PROBLEM REQUIREMENTS:
A complete, exact retyping of the data below is required.

====

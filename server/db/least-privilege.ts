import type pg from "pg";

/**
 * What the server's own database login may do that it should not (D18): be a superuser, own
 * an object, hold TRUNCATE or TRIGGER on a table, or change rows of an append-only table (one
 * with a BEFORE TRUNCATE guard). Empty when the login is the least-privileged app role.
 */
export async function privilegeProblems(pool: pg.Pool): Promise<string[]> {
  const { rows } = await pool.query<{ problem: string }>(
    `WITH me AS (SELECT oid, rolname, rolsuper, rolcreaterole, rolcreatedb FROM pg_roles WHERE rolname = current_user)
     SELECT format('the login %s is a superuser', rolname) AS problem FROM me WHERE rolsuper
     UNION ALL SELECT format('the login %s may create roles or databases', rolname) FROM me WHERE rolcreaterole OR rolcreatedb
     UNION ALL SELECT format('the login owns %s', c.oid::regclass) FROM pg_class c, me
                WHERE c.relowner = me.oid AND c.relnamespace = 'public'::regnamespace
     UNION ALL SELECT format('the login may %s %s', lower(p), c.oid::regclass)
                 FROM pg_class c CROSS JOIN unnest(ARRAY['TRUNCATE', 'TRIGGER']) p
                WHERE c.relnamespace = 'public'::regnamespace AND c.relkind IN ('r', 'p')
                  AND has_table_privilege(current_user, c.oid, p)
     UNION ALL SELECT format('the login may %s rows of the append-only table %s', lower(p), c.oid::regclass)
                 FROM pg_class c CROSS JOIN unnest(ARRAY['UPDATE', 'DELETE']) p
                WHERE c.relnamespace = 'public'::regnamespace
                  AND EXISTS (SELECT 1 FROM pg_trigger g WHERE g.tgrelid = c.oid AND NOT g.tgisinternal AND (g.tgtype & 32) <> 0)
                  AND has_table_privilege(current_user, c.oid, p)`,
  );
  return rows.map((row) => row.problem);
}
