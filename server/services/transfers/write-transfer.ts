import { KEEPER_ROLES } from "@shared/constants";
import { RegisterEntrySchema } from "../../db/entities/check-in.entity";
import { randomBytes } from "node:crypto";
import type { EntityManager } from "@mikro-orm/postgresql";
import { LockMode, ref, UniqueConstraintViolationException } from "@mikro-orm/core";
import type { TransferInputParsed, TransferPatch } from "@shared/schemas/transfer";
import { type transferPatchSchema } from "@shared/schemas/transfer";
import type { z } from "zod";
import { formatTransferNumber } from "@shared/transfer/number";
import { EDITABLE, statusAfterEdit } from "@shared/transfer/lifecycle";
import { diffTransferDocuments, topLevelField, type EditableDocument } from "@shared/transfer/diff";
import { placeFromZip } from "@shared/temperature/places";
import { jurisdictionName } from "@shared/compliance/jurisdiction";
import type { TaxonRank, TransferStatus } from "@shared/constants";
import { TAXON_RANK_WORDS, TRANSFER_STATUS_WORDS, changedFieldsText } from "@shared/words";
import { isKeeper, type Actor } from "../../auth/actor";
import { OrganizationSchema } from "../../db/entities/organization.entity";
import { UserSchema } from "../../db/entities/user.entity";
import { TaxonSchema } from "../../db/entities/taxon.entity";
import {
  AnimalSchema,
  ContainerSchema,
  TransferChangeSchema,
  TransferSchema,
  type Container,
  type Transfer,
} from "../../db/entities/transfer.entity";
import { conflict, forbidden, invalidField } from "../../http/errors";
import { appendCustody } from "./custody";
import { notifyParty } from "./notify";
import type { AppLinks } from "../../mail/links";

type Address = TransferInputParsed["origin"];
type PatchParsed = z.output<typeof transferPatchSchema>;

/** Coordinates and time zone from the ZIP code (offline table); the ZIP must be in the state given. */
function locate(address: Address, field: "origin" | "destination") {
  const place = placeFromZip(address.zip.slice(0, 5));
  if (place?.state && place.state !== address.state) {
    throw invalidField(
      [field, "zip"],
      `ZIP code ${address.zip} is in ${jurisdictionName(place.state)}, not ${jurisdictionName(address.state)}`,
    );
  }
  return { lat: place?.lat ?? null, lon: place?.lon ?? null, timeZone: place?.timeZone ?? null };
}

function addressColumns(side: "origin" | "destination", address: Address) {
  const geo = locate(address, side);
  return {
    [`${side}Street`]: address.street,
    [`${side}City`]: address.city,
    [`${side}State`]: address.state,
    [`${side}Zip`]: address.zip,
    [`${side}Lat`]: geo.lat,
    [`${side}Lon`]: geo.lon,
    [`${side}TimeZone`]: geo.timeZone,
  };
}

====

SOLUTION:
filename server/db/least-privilege.ts
import type pg from "pg";

/**
 * What the server's own database login may do that it should not (D18): be a superuser, own
 * an object, hold TRUNCATE or TRIGGER on a table, or change rows of an append-only table (one
 * with a BEFORE TRUNCATE guard). Empty when the login is the least-privileged app role.
 */
export async function privilegeProblems(pool: pg.Pool): Promise<string[]> {
  const { rows } = await pool.query<{ problem: string }>(
    `WITH me AS (SELECT oid, rolname, rolsuper, rolcreaterole, rolcreatedb FROM pg_roles WHERE rolname = current_user)
     SELECT format('the login %s is a superuser', rolname) AS problem FROM me WHERE rolsuper
     UNION ALL SELECT format('the login %s may create roles or databases', rolname) FROM me WHERE rolcreaterole OR rolcreatedb
     UNION ALL SELECT format('the login owns %s', c.oid::regclass) FROM pg_class c, me
                WHERE c.relowner = me.oid AND c.relnamespace = 'public'::regnamespace
     UNION ALL SELECT format('the login may %s %s', lower(p), c.oid::regclass)
                 FROM pg_class c CROSS JOIN unnest(ARRAY['TRUNCATE', 'TRIGGER']) p
                WHERE c.relnamespace = 'public'::regnamespace AND c.relkind IN ('r', 'p')
                  AND has_table_privilege(current_user, c.oid, p)
     UNION ALL SELECT format('the login may %s rows of the append-only table %s', lower(p), c.oid::regclass)
                 FROM pg_class c CROSS JOIN unnest(ARRAY['UPDATE', 'DELETE']) p
                WHERE c.relnamespace = 'public'::regnamespace
                  AND EXISTS (SELECT 1 FROM pg_trigger g WHERE g.tgrelid = c.oid AND NOT g.tgisinternal AND (g.tgtype & 32) <> 0)
                  AND has_table_privilege(current_user, c.oid, p)`,
  );
  return rows.map((row) => row.problem);
}
filename server/services/transfers/write-transfer.ts
import { KEEPER_ROLES } from "@shared/constants";
import { RegisterEntrySchema } from "../../db/entities/check-in.entity";
import { randomBytes } from "node:crypto";
import type { EntityManager } from "@mikro-orm/postgresql";
import { LockMode, ref, UniqueConstraintViolationException } from "@mikro-orm/core";
import type { TransferInputParsed, TransferPatch } from "@shared/schemas/transfer";
import { type transferPatchSchema } from "@shared/schemas/transfer";
import type { z } from "zod";
import { formatTransferNumber } from "@shared/transfer/number";
import { EDITABLE, statusAfterEdit } from "@shared/transfer/lifecycle";
import { diffTransferDocuments, topLevelField, type EditableDocument } from "@shared/transfer/diff";
import { placeFromZip } from "@shared/temperature/places";
import { jurisdictionName } from "@shared/compliance/jurisdiction";
import type { TaxonRank, TransferStatus } from "@shared/constants";
import { TAXON_RANK_WORDS, TRANSFER_STATUS_WORDS, changedFieldsText } from "@shared/words";
import { isKeeper, type Actor } from "../../auth/actor";
import { OrganizationSchema } from "../../db/entities/organization.entity";
import { UserSchema } from "../../db/entities/user.entity";
import { TaxonSchema } from "../../db/entities/taxon.entity";
import {
  AnimalSchema,
  ContainerSchema,
  TransferChangeSchema,
  TransferSchema,
  type Container,
  type Transfer,
} from "../../db/entities/transfer.entity";
import { conflict, forbidden, invalidField } from "../../http/errors";
import { appendCustody } from "./custody";
import { notifyParty } from "./notify";
import type { AppLinks } from "../../mail/links";

type Address = TransferInputParsed["origin"];
type PatchParsed = z.output<typeof transferPatchSchema>;

/** Coordinates and time zone from the ZIP code (offline table); the ZIP must be in the state given. */
function locate(address: Address, field: "origin" | "destination") {
  const place = placeFromZip(address.zip.slice(0, 5));
  if (place?.state && place.state !== address.state) {
    throw invalidField(
      [field, "zip"],
      `ZIP code ${address.zip} is in ${jurisdictionName(place.state)}, not ${jurisdictionName(address.state)}`,
    );
  }
  return { lat: place?.lat ?? null, lon: place?.lon ?? null, timeZone: place?.timeZone ?? null };
}

function addressColumns(side: "origin" | "destination", address: Address) {
  const geo = locate(address, side);
  return {
    [`${side}Street`]: address.street,
    [`${side}City`]: address.city,
    [`${side}State`]: address.state,
    [`${side}Zip`]: address.zip,
    [`${side}Lat`]: geo.lat,
    [`${side}Lon`]: geo.lon,
    [`${side}TimeZone`]: geo.timeZone,
  };
}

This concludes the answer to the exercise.